Key Concepts and Formulas

• Combinations: The number of ways to choose $r$ items from a set of $n$ distinct items, where order doesn't matter, is given by the combination formula: $\binom{n}{r} = \frac{n!}{r!(n-r)!}$
• Complementary Counting: A counting technique where you find the total number of outcomes and subtract the number of unfavorable outcomes to find the number of favorable outcomes.
• Multiplication Principle: If there are $m$ ways to do one thing and $n$ ways to do another, then there are $m \times n$ ways to do both.

Step-by-Step Solution

1. Calculate the Total Number of Possible Teams Without Restrictions

First, we'll find the total number of ways to form a team of 2 girls and 3 boys from a class of 5 girls and 7 boys, without considering the restriction on boys A and B.

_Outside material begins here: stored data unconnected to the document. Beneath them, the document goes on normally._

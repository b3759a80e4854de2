#include "model/intensity_draws.h"

#include <catch2/catch.hpp>
#include <cmath>

using namespace stillfield;

namespace {

struct Moments {
  double mean, variance;
};

template <class Draw>
Moments moments_of(const Draw& draw, int n) {
  double sum = 0.0, squares = 0.0;
  for (int i = 0; i < n; ++i) {
    const double v = draw();
    sum += v;
    squares += v * v;
  }
  return {sum / n, squares / n - sum / n * (sum / n)};
}

constexpr int kDraws = 40000;

// Mean of the draws within 4 standard errors, their variance within 5 %: for Gamma variables of
// these shapes (kurtosis 3 + 6 / shape) its standard error is below 1 %.
void check_moments(const Moments& m, double mean, double variance) {
  CHECK(std::fabs(m.mean - mean) < 4.0 * std::sqrt(variance / kDraws));
  CHECK(m.variance == Approx(variance).epsilon(0.05));
}

}  // namespace

TEST_CASE("strengths are drawn with the power of the improper prior's normaliser") {
  RandomStream random({1, 2}, Purpose::kParameters);
  const ShapeRate hyper{2.0, 5.0};
  // smooth: Gamma(2 + 19/2, 5 + 30/2); edges: Gamma(2 + 19, 5 + 30).
  check_moments(
      moments_of([&] { return draw_strength(IntensityPrior::kSmooth, hyper, 20, 30.0, random); },
                 kDraws),
      11.5 / 20.0, 11.5 / 400.0);
  check_moments(
      moments_of([&] { return draw_strength(IntensityPrior::kEdges, hyper, 20, 30.0, random); },
                 kDraws),
      21.0 / 35.0, 21.0 / (35.0 * 35.0));
}

TEST_CASE("noise variances are drawn from their inverse Gamma distribution") {
  RandomStream random({1, 3}, Purpose::kParameters);
  // InvGamma(a, b) with a = 3 + 20, b = 7 + 15: mean b/(a-1), variance b^2/((a-1)^2 (a-2)).
  check_moments(moments_of(
                    [&] {
                      return draw_noise_variance({3.0, 7.0}, 40, 30.0, random);
                    },
                    kDraws),
                22.0 / 22.0, 1.0 / 21.0);
}
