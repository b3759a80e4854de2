// Missing pixels take the mean of the nearest usable block; usable pixels never change.
#include "model/fill_missing.h"

#include <catch2/catch.hpp>

using namespace stillfield;

TEST_CASE("a missing pixel takes the mean of its 2 x 2 square, else of the next larger one") {
  Volume<float> image({4, 4});
  Volume<std::uint8_t> usable({4, 4});
  for (int y = 0; y < 4; ++y) {
    for (int x = 0; x < 4; ++x) {
      image.at(x, y) = static_cast<float>(10 * y + x);
      usable.at(x, y) = x < 2 || y < 2 ? 1 : 0;  // the lower right square is missing
    }
  }
  usable.at(0, 0) = 0;
  fill_missing(usable.view(), image.view());
  CHECK(image.at(0, 0) == Approx((1 + 10 + 11) / 3.0));
  CHECK(image.at(1, 0) == 1);
  // 3 + 4 + 4 usable pixels: means of the squares weighted by their counts.
  const double all = (1 + 10 + 11) + (2 + 3 + 12 + 13) + (20 + 21 + 30 + 31);
  CHECK(image.at(3, 3) == Approx(all / 11));
  CHECK(image.at(2, 2) == Approx(all / 11));
}

TEST_CASE("an image without usable pixels stays as it is") {
  Volume<float> image({5, 3});
  image.at(4, 2) = 7;
  fill_missing(Volume<std::uint8_t>({5, 3}).view(), image.view());
  CHECK(image.at(4, 2) == 7);
  CHECK(image.at(0, 0) == 0);
}
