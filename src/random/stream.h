// A sequence of random numbers for scalar draws: parameters, starts, simulated data.
//
// A stream is named by (key, purpose, sweep, lane); the same name gives the same sequence
// wherever and whenever it is read. Standard-library distributions are not used: they differ
// between libraries.
#ifndef STILLFIELD_RANDOM_STREAM_H_
#define STILLFIELD_RANDOM_STREAM_H_

#include <cstdint>

#include "random/counters.h"

namespace stillfield {

// Uniform on the open interval (0, 1): (n + 1/2) / 2^52 with n the upper 52 bits. A 53rd bit would
// round the largest value up to 1.
constexpr double open_uniform(std::uint64_t bits) {
  return (static_cast<double>(bits >> 12) + 0.5) * 0x1p-52;
}

class RandomStream {
 public:
  RandomStream(PhiloxKey key, Purpose purpose, std::uint32_t sweep = 0, std::uint32_t lane = 0);

  std::uint32_t word();

  // Uniform on the open interval (0, 1), 52 bits.
  double uniform();

  // Standard normal, by the polar method (Marsaglia & Bray 1964).
  double normal();

  // Gamma with the given shape > 0 and scale 1 (Marsaglia & Tsang 2000; shapes below one by
  // Gamma(a) = Gamma(a + 1) U^(1/a)).
  double gamma(double shape);

  // Poisson with the given mean >= 0: counts exponential gaps below 30; larger means are split at
  // a Gamma-distributed arrival (Ahrens & Dieter 1974).
  std::int64_t poisson(double mean);

 private:
  PhiloxKey key_;
  PhiloxCounter counter_;
  PhiloxCounter block_{};
  int used_ = 4;
};

}  // namespace stillfield

#endif  // STILLFIELD_RANDOM_STREAM_H_
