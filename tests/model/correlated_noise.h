// Moving-average noise: its correlation has the reach 1 and is known in closed form.
//
// Maths    n(x, y) = sum over i, j in {0, 1} of a^i a^j e(x + i, y + j) / (1 + a^2), e white:
//          variance 1, rho(dx, dy) = r(dx) r(dy), r(0) = 1, r(1) = a / (1 + a^2), 0 beyond
#ifndef STILLFIELD_TESTS_MODEL_CORRELATED_NOISE_H_
#define STILLFIELD_TESTS_MODEL_CORRELATED_NOISE_H_

#include <cstdlib>

#include "core/volume.h"
#include "model/patch_noise.h"
#include "random/stream.h"

namespace stillfield::testing {

inline double moving_average_rho(double a, int dx, int dy) {
  const double next = a / (1.0 + a * a);
  const auto along = [next](int lag) { return lag == 0 ? 1.0 : std::abs(lag) == 1 ? next : 0.0; };
  return along(dx) * along(dy);
}

inline NoiseCorrelationModel moving_average_model(double a, int reach) {
  NoiseCorrelationModel model;
  model.reach = reach;
  for (int dy = -reach; dy <= reach; ++dy) {
    for (int dx = -reach; dx <= reach; ++dx) model.rho.push_back(moving_average_rho(a, dx, dy));
  }
  return model;
}

inline Volume<float> moving_average_noise(Extent e, double a, RandomStream& random) {
  Volume<float> white({e.width + 1, e.height + 1, 1});
  for (int y = 0; y <= e.height; ++y) {
    for (int x = 0; x <= e.width; ++x) white.at(x, y) = static_cast<float>(random.normal());
  }
  Volume<float> out(e);
  for (int y = 0; y < e.height; ++y) {
    for (int x = 0; x < e.width; ++x) {
      const double above = double{white.at(x, y)} + a * double{white.at(x + 1, y)};
      const double below = double{white.at(x, y + 1)} + a * double{white.at(x + 1, y + 1)};
      out.at(x, y) = static_cast<float>((above + a * below) / (1.0 + a * a));
    }
  }
  return out;
}

}  // namespace stillfield::testing

#endif  // STILLFIELD_TESTS_MODEL_CORRELATED_NOISE_H_
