// One standard normal number from one random word.
//
// Maths    z = upper quantile of p = (m + 1/2) / 2^32, m the word's lower 31 bits (inverted when
//          the top bit is set), with the top bit as sign: the inverse of the distribution function
//          by one polynomial of degree 5 a binade of p (normal_table.h)
// Range    -6.338 to 6.338, symmetric: z(~word) = -z(word); falls as the word rises
// Errors   normal distribution function: kNormalMaxCdfError, and kNormalMaxTailError relative to
//          the tail probability
// Bytes    additions and multiplications only: the same on every CPU, and in the vector version
//          (simd/normal-inl.h)
#ifndef STILLFIELD_RANDOM_NORMAL_H_
#define STILLFIELD_RANDOM_NORMAL_H_

#include <bit>
#include <cstdint>

#include "random/normal_table.h"

namespace stillfield {

inline constexpr double kNormalMaxCdfError = 1.5e-6;
inline constexpr double kNormalMaxTailError = 1.3e-5;

// m + 1/2 as a float, kept below 2^31, where rounding would take it.
inline constexpr float kNormalLargestTail = 2147483520.0f;
// The table's first binade starts at m + 1/2 = 1/2, whose biased exponent is this.
inline constexpr std::uint32_t kNormalFirstExponent = 126;

constexpr float standard_normal(std::uint32_t word) {
  const std::uint32_t sign = word & 0x80000000u;
  const std::uint32_t m = sign ? ~word : word;
  float tail = static_cast<float>(static_cast<std::int32_t>(m)) + 0.5f;
  if (tail > kNormalLargestTail) tail = kNormalLargestTail;
  const auto bits = std::bit_cast<std::uint32_t>(tail);
  const std::uint32_t binade = (bits >> 23) - kNormalFirstExponent;
  const float t = std::bit_cast<float>((bits & 0x007fffffu) | 0x3f800000u) - 1.5f;
  float z = kNormalTable[kNormalDegree][binade];
  for (int k = kNormalDegree - 1; k >= 0; --k) z = z * t + kNormalTable[k][binade];
  return std::bit_cast<float>(std::bit_cast<std::uint32_t>(z) ^ sign);
}

}  // namespace stillfield

#endif  // STILLFIELD_RANDOM_NORMAL_H_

• Selecting Girls: We need to choose 2 girls out of 5.

  • Why: The order of selection doesn't matter, so it's a combination.
  • Calculation: $\binom{5}{2} = \frac{5!}{2!(5-2)!} = \frac{5!}{2!3!} = \frac{5 \times 4}{2 \times 1} = 10 \text{ ways}$

• Selecting Boys: We need to choose 3 boys out of 7.

  • Why: Again, order doesn't matter, so it's a combination.
  • Calculation: $\binom{7}{3} = \frac{7!}{3!(7-3)!} = \frac{7!}{3!4!} = \frac{7 \times 6 \times 5}{3 \times 2 \times 1} = 35 \text{ ways}$

• Total Unrestricted Teams: To get the total number of teams without restrictions, we multiply the number of ways to choose the girls by the number of ways to choose the boys.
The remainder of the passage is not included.